We can see that the returned samples here have a similar period, but a different amplitude and eccentricity. The trend also picks up a clear long-period signal, which de-biases the inner orbit’s parameters and allows it to fit the data much better.

Combining extensions¶

All model extensions compose: pass a tuple of extensions to the sampler in the order you want them applied.

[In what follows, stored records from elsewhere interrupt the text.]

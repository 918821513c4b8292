import { describe, expect, it } from 'vitest';
import { roundTripGain } from '../../extension/core/physics/cavity.ts';
import { energyUnitOf, flatModule, moduleWith, outcomeOf, pumpedTo, roundTripTimeOf } from './modules.ts';
import { expectOutputs, input, records } from './published.ts';

/** Dissipative log loss L and gain z·L; the coupler in the file is far from the best one. */
function moduleOf(z: number, dissipative: number) {
  return pumpedTo(z * dissipative, flatModule({ resonator: { roundTripLoss: -Math.expm1(-dissipative) } }));
}

describe('optimum coupling, through predict', () => {
  it.each(records('optimum-coupling', 'degnan-Ropt'))('%s', (_, record) => {
    const { coupling } = outcomeOf(moduleOf(input(record, 'z'), input(record, 'L'))).figures;
    expectOutputs(record, { Ropt: coupling.optimum_reflectivity! });
  });

  it.each(records('optimum-coupling', 'degnan-opt'))('%s', (_, record) => {
    const dissipative = 0.06;
    const module = moduleOf(input(record, 'z'), dissipative);
    const best = outcomeOf(module).figures.coupling;
    const rebuilt = moduleWith({ resonator: { outputReflectivity: best.optimum_reflectivity! } }, module);
    const { figures, cavity, train } = outcomeOf(rebuilt);
    const { pulse, state } = figures;
    const unit = energyUnitOf(module) * dissipative;
    const trip = roundTripTimeOf(module);
    expectOutputs(record, {
      nt_over_ni_a: 1 / state.inversion_ratio!,
      r_ni_over_nt: state.inversion_ratio!,
      ln_1_over_Ropt_per_L: -Math.log(best.optimum_reflectivity!) / dissipative,
      E_times_2sigma_gamma_over_A_hnu_L: best.optimum_energy_J! / unit,
      extraction_efficiency: state.extraction_efficiency!,
      tp_times_L_over_tr: (pulse!.width_equivalent_s * dissipative) / trip,
      Ppk_norm: (pulse!.peak_power_W * trip) / (unit * dissipative),
      ni_over_nf: state.round_trip_gain_log! / roundTripGain(cavity, train.settled!.after.ions),
    });
    expect(Math.abs(pulse!.energy_J / best.optimum_energy_J! - 1)).toBeLessThan(1e-9);
  });
});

For example, a multi-survey fit with both a per-instrument offset, a global jitter, and a long-term linear trend is just

extensions = (
    harv.MultiSurveyOffset(indicator, instrument_names, "km/s"),
    harv.Jitter(param_unit="km/s"),
    harv.MonomialTrend(order=1, time_unit="day", obs_unit="km/s"),
)

with matching jitter=..., trend_1=..., and <instrument>=... priors passed as kwargs to default_rv. The AbstractExtension interface is intentionally minimal — only extra_params, modify_design_matrix, and modify_covariance — so writing a new extension (e.g. a custom kernel, an alternative trend basis, or a calibration term tied to an external regressor) is straightforward and slots into the same sampler workflow shown here.